Your objective >>
Return exactly the lines that run from the one containing "vals = shape.bin_fractions(EDGES, stacked, WINDOW)" to the end of the entries, with both ends included.

====

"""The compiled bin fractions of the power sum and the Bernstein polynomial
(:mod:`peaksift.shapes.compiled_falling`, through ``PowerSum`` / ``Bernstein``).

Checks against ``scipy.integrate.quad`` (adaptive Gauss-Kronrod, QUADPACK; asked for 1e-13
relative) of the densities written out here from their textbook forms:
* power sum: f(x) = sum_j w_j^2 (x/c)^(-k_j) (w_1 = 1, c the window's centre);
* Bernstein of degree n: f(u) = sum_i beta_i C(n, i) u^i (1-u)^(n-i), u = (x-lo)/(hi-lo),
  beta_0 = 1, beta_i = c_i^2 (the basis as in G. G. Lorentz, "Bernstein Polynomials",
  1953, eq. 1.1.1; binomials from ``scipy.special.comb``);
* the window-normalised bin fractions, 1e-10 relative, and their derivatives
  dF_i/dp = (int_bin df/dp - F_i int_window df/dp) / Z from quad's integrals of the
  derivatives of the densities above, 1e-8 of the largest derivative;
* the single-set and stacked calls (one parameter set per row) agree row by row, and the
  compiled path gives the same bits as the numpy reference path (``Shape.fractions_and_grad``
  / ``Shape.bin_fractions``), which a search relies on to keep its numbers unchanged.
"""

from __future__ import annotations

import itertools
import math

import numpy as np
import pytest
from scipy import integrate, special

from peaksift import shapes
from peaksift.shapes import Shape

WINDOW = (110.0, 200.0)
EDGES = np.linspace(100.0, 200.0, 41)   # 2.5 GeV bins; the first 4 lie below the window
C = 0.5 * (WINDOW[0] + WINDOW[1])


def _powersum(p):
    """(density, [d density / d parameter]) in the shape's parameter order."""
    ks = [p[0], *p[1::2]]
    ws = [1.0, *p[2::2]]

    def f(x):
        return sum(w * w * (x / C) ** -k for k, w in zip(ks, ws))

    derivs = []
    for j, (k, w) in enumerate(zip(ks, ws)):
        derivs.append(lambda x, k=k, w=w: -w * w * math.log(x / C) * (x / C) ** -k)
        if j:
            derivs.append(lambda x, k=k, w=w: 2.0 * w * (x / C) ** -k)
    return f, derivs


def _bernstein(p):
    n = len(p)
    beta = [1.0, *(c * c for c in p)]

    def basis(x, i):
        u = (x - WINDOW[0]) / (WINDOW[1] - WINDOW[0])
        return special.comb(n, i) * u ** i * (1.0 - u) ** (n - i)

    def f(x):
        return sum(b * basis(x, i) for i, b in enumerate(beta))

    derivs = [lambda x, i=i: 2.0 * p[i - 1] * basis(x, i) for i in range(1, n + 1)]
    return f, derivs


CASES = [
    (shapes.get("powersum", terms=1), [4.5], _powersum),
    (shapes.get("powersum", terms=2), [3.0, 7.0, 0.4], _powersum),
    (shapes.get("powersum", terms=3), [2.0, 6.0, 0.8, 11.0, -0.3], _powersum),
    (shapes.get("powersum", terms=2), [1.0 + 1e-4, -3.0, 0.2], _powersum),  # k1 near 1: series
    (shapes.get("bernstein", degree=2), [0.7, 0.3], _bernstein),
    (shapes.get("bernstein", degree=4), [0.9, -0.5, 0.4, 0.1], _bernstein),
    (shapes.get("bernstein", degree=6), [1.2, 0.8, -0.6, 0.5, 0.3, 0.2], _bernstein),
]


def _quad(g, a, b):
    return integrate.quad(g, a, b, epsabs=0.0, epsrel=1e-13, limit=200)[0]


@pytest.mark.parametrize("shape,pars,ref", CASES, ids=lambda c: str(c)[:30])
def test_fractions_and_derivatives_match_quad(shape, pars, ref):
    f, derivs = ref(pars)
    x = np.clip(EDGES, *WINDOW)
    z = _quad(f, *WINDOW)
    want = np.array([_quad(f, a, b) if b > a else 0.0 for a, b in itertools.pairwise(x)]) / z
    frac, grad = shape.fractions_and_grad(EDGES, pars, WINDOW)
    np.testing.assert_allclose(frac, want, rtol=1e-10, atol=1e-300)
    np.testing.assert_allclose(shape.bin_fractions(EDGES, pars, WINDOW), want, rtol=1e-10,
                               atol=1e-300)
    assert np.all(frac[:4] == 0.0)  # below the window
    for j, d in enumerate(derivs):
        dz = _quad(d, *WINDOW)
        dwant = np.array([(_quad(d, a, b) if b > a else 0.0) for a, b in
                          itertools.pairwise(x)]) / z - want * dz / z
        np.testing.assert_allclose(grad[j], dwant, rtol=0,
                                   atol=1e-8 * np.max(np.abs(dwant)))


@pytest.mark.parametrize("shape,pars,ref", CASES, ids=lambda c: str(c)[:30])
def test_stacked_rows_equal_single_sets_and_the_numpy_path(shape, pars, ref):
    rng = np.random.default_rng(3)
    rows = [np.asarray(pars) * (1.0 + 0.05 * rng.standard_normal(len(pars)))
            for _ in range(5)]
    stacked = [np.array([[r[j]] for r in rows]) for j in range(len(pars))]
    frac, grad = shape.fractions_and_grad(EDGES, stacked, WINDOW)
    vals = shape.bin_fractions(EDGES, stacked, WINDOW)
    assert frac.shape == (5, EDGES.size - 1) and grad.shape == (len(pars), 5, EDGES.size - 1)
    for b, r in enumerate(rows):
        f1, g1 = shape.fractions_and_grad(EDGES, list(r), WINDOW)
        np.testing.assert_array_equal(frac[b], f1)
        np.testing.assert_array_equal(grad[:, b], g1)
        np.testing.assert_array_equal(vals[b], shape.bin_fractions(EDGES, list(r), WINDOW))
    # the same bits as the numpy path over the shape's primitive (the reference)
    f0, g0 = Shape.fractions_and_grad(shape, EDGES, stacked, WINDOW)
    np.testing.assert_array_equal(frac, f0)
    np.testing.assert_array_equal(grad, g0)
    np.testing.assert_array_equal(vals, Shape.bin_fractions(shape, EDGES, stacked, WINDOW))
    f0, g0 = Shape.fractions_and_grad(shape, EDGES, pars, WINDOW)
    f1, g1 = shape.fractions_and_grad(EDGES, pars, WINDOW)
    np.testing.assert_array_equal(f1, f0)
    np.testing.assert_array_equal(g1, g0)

====

Solution to this problem >>
    vals = shape.bin_fractions(EDGES, stacked, WINDOW)
    assert frac.shape == (5, EDGES.size - 1) and grad.shape == (len(pars), 5, EDGES.size - 1)
    for b, r in enumerate(rows):
        f1, g1 = shape.fractions_and_grad(EDGES, list(r), WINDOW)
        np.testing.assert_array_equal(frac[b], f1)
        np.testing.assert_array_equal(grad[:, b], g1)
        np.testing.assert_array_equal(vals[b], shape.bin_fractions(EDGES, list(r), WINDOW))
    # the same bits as the numpy path over the shape's primitive (the reference)
    f0, g0 = Shape.fractions_and_grad(shape, EDGES, stacked, WINDOW)
    np.testing.assert_array_equal(frac, f0)
    np.testing.assert_array_equal(grad, g0)
    np.testing.assert_array_equal(vals, Shape.bin_fractions(shape, EDGES, stacked, WINDOW))
    f0, g0 = Shape.fractions_and_grad(shape, EDGES, pars, WINDOW)
    f1, g1 = shape.fractions_and_grad(EDGES, pars, WINDOW)
    np.testing.assert_array_equal(f1, f0)
    np.testing.assert_array_equal(g1, g0)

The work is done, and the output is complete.